● Your instructions: Keep only the lines from the top of the listing through the one with "if (!match) continue;", and reproduce them unaltered.

● Task input:
===
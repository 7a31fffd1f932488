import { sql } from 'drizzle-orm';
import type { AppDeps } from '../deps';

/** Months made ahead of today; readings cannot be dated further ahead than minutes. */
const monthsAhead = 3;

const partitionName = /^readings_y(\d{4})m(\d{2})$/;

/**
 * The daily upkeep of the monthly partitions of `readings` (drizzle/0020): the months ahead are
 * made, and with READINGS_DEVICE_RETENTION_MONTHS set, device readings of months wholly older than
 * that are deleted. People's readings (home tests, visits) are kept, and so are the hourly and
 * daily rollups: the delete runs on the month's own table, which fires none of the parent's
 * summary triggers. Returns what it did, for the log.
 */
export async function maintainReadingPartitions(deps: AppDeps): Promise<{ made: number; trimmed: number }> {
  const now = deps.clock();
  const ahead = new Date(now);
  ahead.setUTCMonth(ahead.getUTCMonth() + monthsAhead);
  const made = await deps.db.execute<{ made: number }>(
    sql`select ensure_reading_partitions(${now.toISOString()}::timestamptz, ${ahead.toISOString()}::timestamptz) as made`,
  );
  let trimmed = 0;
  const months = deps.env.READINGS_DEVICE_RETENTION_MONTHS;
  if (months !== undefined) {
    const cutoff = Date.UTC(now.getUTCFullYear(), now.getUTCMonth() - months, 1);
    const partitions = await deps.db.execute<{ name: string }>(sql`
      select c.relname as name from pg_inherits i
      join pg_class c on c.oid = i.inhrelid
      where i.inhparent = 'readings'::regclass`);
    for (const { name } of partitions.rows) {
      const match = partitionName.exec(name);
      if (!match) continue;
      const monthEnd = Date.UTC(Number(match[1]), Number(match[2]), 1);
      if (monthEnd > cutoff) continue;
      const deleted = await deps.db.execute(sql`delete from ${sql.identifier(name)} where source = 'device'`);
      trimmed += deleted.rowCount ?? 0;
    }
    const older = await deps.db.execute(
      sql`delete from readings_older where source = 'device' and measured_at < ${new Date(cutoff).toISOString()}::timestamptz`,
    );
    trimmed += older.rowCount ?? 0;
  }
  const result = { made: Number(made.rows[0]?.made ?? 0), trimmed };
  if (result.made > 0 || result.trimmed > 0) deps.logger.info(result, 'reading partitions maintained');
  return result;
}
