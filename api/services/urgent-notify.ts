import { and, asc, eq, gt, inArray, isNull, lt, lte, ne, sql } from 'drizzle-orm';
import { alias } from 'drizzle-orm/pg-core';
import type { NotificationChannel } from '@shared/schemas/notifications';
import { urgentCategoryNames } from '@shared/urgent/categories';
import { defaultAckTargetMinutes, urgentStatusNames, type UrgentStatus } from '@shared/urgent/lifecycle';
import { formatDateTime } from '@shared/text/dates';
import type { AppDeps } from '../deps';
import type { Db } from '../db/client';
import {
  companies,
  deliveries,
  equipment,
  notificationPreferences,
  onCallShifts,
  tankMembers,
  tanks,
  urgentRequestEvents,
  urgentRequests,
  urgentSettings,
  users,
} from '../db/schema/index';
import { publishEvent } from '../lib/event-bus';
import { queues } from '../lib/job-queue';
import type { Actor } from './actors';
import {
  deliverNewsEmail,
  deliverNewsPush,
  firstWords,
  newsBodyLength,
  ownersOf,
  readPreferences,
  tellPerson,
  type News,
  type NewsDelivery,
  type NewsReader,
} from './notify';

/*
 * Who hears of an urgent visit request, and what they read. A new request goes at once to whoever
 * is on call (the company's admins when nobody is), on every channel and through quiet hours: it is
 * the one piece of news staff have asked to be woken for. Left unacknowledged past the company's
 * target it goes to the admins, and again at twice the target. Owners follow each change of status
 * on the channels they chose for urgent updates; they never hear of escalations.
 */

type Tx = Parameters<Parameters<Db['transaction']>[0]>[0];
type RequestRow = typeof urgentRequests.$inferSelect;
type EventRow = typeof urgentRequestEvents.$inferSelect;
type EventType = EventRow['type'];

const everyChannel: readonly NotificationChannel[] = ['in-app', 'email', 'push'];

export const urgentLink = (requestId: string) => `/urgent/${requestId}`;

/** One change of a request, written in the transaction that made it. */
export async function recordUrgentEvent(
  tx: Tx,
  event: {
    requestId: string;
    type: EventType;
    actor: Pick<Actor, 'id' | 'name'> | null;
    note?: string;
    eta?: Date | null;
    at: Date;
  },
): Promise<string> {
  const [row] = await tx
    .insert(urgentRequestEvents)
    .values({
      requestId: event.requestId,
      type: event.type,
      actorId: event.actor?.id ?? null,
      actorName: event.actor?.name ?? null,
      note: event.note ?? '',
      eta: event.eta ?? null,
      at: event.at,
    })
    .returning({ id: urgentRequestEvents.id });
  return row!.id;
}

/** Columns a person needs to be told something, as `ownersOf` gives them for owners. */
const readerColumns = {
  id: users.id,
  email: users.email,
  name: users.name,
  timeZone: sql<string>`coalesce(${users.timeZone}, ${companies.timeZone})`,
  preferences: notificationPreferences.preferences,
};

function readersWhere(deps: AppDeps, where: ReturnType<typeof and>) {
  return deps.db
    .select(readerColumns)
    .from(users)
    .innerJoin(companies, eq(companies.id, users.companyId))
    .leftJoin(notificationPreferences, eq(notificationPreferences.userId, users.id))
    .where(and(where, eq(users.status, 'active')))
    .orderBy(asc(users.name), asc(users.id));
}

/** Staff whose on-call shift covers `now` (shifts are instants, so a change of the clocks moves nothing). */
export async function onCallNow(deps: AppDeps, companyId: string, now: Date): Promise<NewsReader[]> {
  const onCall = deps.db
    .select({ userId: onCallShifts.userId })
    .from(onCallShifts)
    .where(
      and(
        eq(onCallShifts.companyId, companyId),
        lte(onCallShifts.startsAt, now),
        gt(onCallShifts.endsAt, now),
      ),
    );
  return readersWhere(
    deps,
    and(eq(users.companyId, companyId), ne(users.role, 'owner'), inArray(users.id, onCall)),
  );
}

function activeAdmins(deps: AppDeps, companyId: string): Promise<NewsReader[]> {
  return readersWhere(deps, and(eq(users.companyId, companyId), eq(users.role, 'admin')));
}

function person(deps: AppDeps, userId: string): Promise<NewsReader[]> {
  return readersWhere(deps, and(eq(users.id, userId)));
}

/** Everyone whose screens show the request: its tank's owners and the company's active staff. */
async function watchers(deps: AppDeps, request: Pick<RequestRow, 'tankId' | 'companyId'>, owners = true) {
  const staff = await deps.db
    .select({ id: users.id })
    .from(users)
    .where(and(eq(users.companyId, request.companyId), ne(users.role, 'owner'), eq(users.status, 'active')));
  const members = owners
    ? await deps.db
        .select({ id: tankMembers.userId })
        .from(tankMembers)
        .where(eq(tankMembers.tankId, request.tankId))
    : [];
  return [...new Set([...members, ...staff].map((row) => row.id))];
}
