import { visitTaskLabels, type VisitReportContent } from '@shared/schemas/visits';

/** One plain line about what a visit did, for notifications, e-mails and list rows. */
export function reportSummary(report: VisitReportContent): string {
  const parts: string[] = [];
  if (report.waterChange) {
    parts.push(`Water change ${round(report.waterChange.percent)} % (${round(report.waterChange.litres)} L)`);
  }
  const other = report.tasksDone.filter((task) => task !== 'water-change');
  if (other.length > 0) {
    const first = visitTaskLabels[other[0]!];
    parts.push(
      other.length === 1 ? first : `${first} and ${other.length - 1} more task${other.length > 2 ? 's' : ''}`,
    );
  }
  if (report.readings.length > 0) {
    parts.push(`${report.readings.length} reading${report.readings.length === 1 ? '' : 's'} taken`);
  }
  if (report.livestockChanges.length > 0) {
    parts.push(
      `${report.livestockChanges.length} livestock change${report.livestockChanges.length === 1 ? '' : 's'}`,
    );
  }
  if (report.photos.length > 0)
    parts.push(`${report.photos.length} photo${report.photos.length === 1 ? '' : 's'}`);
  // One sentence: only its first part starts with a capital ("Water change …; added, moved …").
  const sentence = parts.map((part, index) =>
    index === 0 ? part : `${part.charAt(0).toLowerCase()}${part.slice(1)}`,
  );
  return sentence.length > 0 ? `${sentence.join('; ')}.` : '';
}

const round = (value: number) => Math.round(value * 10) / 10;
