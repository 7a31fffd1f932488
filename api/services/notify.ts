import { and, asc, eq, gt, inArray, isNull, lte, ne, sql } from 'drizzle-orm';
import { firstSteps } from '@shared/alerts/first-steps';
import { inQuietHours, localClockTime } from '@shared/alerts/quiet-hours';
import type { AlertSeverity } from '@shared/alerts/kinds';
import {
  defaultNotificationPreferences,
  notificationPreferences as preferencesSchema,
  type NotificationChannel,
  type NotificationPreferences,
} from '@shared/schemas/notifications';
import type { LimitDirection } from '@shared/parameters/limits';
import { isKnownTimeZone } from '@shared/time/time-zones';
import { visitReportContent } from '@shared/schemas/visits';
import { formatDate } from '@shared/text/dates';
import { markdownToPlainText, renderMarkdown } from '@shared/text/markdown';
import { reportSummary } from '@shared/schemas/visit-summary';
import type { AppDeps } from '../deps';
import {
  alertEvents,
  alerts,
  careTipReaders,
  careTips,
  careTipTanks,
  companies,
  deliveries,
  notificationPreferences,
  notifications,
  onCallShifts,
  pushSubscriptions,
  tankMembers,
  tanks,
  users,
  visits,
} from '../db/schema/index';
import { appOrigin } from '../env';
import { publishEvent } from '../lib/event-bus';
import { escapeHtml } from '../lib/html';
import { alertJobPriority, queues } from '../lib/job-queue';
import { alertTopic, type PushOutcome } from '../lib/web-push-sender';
===
● Response:
repository 7a31fffd1f932488
import { sql } from 'drizzle-orm';
import type { AppDeps } from '../deps';

/** Months made ahead of today; readings cannot be dated further ahead than minutes. */
const monthsAhead = 3;

const partitionName = /^readings_y(\d{4})m(\d{2})$/;

/**
 * The daily upkeep of the monthly partitions of `readings` (drizzle/0020): the months ahead are
 * made, and with READINGS_DEVICE_RETENTION_MONTHS set, device readings of months wholly older than
 * that are deleted. People's readings (home tests, visits) are kept, and so are the hourly and
 * daily rollups: the delete runs on the month's own table, which fires none of the parent's
 * summary triggers. Returns what it did, for the log.
 */
export async function maintainReadingPartitions(deps: AppDeps): Promise<{ made: number; trimmed: number }> {
  const now = deps.clock();
  const ahead = new Date(now);
  ahead.setUTCMonth(ahead.getUTCMonth() + monthsAhead);
  const made = await deps.db.execute<{ made: number }>(
    sql`select ensure_reading_partitions(${now.toISOString()}::timestamptz, ${ahead.toISOString()}::timestamptz) as made`,
  );
  let trimmed = 0;
  const months = deps.env.READINGS_DEVICE_RETENTION_MONTHS;
  if (months !== undefined) {
    const cutoff = Date.UTC(now.getUTCFullYear(), now.getUTCMonth() - months, 1);
    const partitions = await deps.db.execute<{ name: string }>(sql`
      select c.relname as name from pg_inherits i
      join pg_class c on c.oid = i.inhrelid
      where i.inhparent = 'readings'::regclass`);
    for (const { name } of partitions.rows) {
      const match = partitionName.exec(name);
      if (!match) continue;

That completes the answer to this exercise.